ECLI:NL:RBMID:2009:BL6766

Rechtbank Middelburg

Datum uitspraak
30 december 2009
Publicatiedatum
5 april 2013
Zaaknummer
12/715400-09 (P)
Instantie
Rechtbank Middelburg
Type
Uitspraak
Rechtsgebied
Strafrecht
Procedures
  • Eerste aanleg - meervoudig
Rechters
  • M. Woltring
  • A. van Boven-Hartogh
  • J. van de Poll
Vindplaatsen
  • Rechtspraak.nl
AI samenvatting door LexboostAutomatisch gegenereerd

Veroordeling van verdachte wegens huiselijk geweld met gevangenisstraf en voorwaarden

In deze zaak heeft de Rechtbank Middelburg op 30 december 2009 uitspraak gedaan in een strafzaak tegen de verdachte, die werd beschuldigd van huiselijk geweld. De verdachte is veroordeeld tot een gevangenisstraf van zes maanden, waarvan twee maanden voorwaardelijk. De rechtbank heeft vastgesteld dat de verdachte zijn echtgenote, [slachtoffer 1], gedurende een lange periode heeft mishandeld en bedreigd. De feiten vonden plaats in Zierikzee, gemeente Schouwen-Duiveland, en betroffen meerdere incidenten van geweld en bedreiging met de dood. De rechtbank heeft de verklaringen van de slachtoffers, waaronder de echtgenote en de dochter van de verdachte, als bewijs gebruikt. De verdachte heeft tijdens de zittingen ontkend, maar de rechtbank oordeelde dat er voldoende bewijs was om de beschuldigingen te ondersteunen.

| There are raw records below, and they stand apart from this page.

"""What the report sections read from a bundle, gathered in one place.

Every function tolerates absent arrays and manifest keys and returns None (or
an empty value) instead of raising: the sections then say in one sentence
what is missing.
"""
from __future__ import annotations

from collections.abc import Mapping
from dataclasses import dataclass, field
from typing import Any

import numpy as np

from prep.bundle import Bundle


@dataclass(frozen=True)
class Electrodes:
    """Per-electrode placement figures (anatomy frame, metres).

    Attributes
    ----------
    labels : tuple of str, length n
    drawn : (n, 3) float64
        Where to draw them: the digitized positions if stored, else the model's.
    drawn_kind : str
        ``"digitized"`` or ``"model"``.
    signed_distance : (n,) float64 or None
        Distance to the skin before projection, outside positive.
    shift : (n,) float64 or None
        How far projection moved each electrode.
    codes : tuple of tuple of str
        Finding codes naming each electrode.
    """

    labels: tuple[str, ...]
    drawn: np.ndarray
    drawn_kind: str
    signed_distance: np.ndarray | None
    shift: np.ndarray | None
    codes: tuple[tuple[str, ...], ...] = field(default=())

    @property
    def flagged(self) -> list[int]:
        """Indices of electrodes that a finding names."""
        return [i for i, c in enumerate(self.codes) if c]


def _per_electrode(man: Mapping[str, Any]) -> dict[str, Mapping[str, Any]]:
    rows = (man.get("placement") or {}).get("per_electrode") or []
    return {str(r.get("label")): r for r in rows if isinstance(r, Mapping)}


def _column(rows: dict[str, Mapping[str, Any]], labels: tuple[str, ...], key: str) -> np.ndarray | None:
    if not rows or not all(lab in rows and rows[lab].get(key) is not None for lab in labels):
        return None
    return np.array([float(rows[lab][key]) for lab in labels])


def electrodes(bundle: Bundle) -> Electrodes | None:
    """Placement figures of every electrode, or None without sensor positions."""
    a, man = bundle.arrays, bundle.manifest
    labels = tuple(man.get("sensors", {}).get("labels", ()))
    model = a.get("sensor_positions")
    if model is None or len(model) != len(labels):
        return None
    dig = a.get("sensor_digitized")
    drawn, kind = (dig, "digitized") if dig is not None and dig.shape == model.shape else (model, "model")
    rows = _per_electrode(man)
    sd = a.get("placement_signed_distance")
    if sd is None or sd.shape != (len(labels),):
        sd = _column(rows, labels, "signed_distance_m")
    shift = _column(rows, labels, "shift_m")
    if shift is None and kind == "digitized":
        shift = np.linalg.norm(dig - model, axis=1)
    codes: list[set[str]] = [set(rows.get(lab, {}).get("codes") or ()) for lab in labels]
    index = {lab: i for i, lab in enumerate(labels)}
    for f in bundle.findings:
        if f.severity == "info":
            continue
        for s in f.subjects:
            if s in index:
                codes[index[s]].add(f.code)
    return Electrodes(labels=labels, drawn=np.asarray(drawn, float), drawn_kind=kind,
                      signed_distance=None if sd is None else np.asarray(sd, float),
                      shift=None if shift is None else np.asarray(shift, float),
                      codes=tuple(tuple(sorted(c)) for c in codes))


@dataclass(frozen=True)
class Mesh:
    """A triangle mesh from the bundle with the role it plays."""

    role: str
    vertices: np.ndarray
    faces: np.ndarray


def layers(bundle: Bundle) -> list[Mesh]:
    """The head model's layer meshes, inside -> out (empty for spheres or when absent)."""
    hm = bundle.manifest.get("head_model") or {}
    specs = hm.get("layers") or []
    out = []
    for i in range(max(len(specs), 8)):
        v, f = bundle.arrays.get(f"layer{i}_vertices"), bundle.arrays.get(f"layer{i}_faces")
        if v is None or f is None:
            if i >= len(specs):
                break
            continue
        role = specs[i].get("role", f"layer {i}") if i < len(specs) else f"layer {i}"
        out.append(Mesh(role=str(role), vertices=v, faces=f))
    return out


def scalp(bundle: Bundle) -> Mesh | None:
    """The scalp mesh: ``scalp_vertices`` / ``scalp_faces``, else the outermost layer."""
    v, f = bundle.arrays.get("scalp_vertices"), bundle.arrays.get("scalp_faces")
    if v is not None and f is not None:
        return Mesh(role="scalp", vertices=v, faces=f)
    lay = layers(bundle)
    for m in lay:
        if m.role == "scalp":
            return m
    return lay[-1] if lay else None


def spheres(bundle: Bundle) -> tuple[np.ndarray, np.ndarray] | None:
    """(centre (3,), radii (k,)) metres of a concentric-sphere head model, else None."""
    hm = bundle.manifest.get("head_model") or {}
    if hm.get("kind") != "spheres" or "radii_m" not in hm or "centre_m" not in hm:
        return None
    return np.asarray(hm["centre_m"], float), np.asarray(hm["radii_m"], float)


#: passport arrays by meaning -> the names a bundle may store them under (the check's own first)
PASSPORT_ARRAYS = {
    "column_norm": ("passport_column_norm", "passport_column_norms"),
    "depth": ("passport_source_depth",),
    "ple": ("passport_peak_localisation_error", "passport_ple"),
    "sd": ("passport_spatial_dispersion", "passport_sd"),
}


def passport_array(bundle: Bundle, meaning: str) -> np.ndarray | None:
    """The passport array for ``meaning`` (see :data:`PASSPORT_ARRAYS`), or None."""
    for name in PASSPORT_ARRAYS[meaning]:
        if name in bundle.arrays:
            return np.asarray(bundle.arrays[name], float)
    return None


def singular_values(bundle: Bundle) -> tuple[np.ndarray, str]:
    """Singular values of the lead field, largest first, and where they came from."""
    s = bundle.arrays.get("passport_singular_values")
    if s is not None and s.size:
        return np.sort(np.asarray(s, float))[::-1], "stored by the passport check"
    lf = np.asarray(bundle.arrays["leadfield"], float)
    return np.linalg.svd(lf.reshape(lf.shape[0], -1), compute_uv=False), "computed here from the stored lead field"


def numerical_rank(s: np.ndarray, shape: tuple[int, ...]) -> int:
    """Rank by numpy's rule: singular values above ``s.max() * max(shape) * eps`` (numpy.linalg.matrix_rank)."""
    if s.size == 0 or s[0] <= 0:
        return 0
    return int(np.sum(s > s[0] * max(shape) * np.finfo(float).eps))


def find_metric(passport: Mapping[str, Any], key: str) -> tuple[str, Any] | None:
    """The first (check name, value) whose metrics carry ``key``."""
    for name in sorted(passport):
        metrics = passport[name]
        if isinstance(metrics, Mapping) and key in metrics:
            return name, metrics[key]
    return None


def condition_number(bundle: Bundle) -> tuple[float, str]:
    """The lead field's condition number and a sentence saying how it was obtained.

    The passport check's own figure (a ``condition_number`` metric) wins;
    otherwise largest / smallest singular value within the numerical rank, so
    the null direction of an average reference does not count.
    """
    found = find_metric(bundle.manifest.get("passport") or {}, "condition_number")
    if found is not None:
        try:
            return float(found[1]), f"as measured by the passport check '{found[0]}'"
        except (TypeError, ValueError):
            pass
    s, where = singular_values(bundle)
    r = numerical_rank(s, bundle.arrays["leadfield"].shape)
    if r == 0:
        return float("inf"), "the lead field is zero"
    return float(s[0] / s[r - 1]), (f"largest over smallest of the {r} singular values within the "
                                    f"numerical rank ({where})")
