"""``headprep demo``: prepare the invented demo subject end to end and verify its bundle."""
from __future__ import annotations

import argparse

from ..errors import UsageError

HELP = "prepare the invented demo subject end to end and verify its bundle"


def add_arguments(parser: argparse.ArgumentParser) -> None:
    parser.add_argument("--json", action="store_true", help="print one JSON document on stdout")


def run(args: argparse.Namespace, ctx) -> int:  # noqa: ANN001
    raise UsageError("'demo' is not available in this version of the kit yet")
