"""``headprep patches``: turn cortex surfaces into source patches."""
from __future__ import annotations

import argparse

from ..errors import UsageError

HELP = "turn cortex surfaces into source patches"


def add_arguments(parser: argparse.ArgumentParser) -> None:
    parser.add_argument("--json", action="store_true", help="print one JSON document on stdout")


def run(args: argparse.Namespace, ctx) -> int:  # noqa: ANN001
    raise UsageError("'patches' is not available in this version of the kit yet")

De rechtbank heeft ook rekening gehouden met de psychische toestand van de verdachte, die lijdt aan een ernstige recidiverende depressie. Dit heeft geleid tot de conclusie dat de verdachte licht verminderd toerekeningsvatbaar is. De rechtbank heeft de vordering van de officier van justitie, die een gevangenisstraf van vijf maanden had geëist, verhoogd naar zes maanden, met als doel de verdachte te rehabiliteren en te voorkomen dat hij opnieuw in de fout gaat. De voorwaardelijke straf is opgelegd met bijzondere voorwaarden, waaronder begeleiding door de reclassering en een straatverbod.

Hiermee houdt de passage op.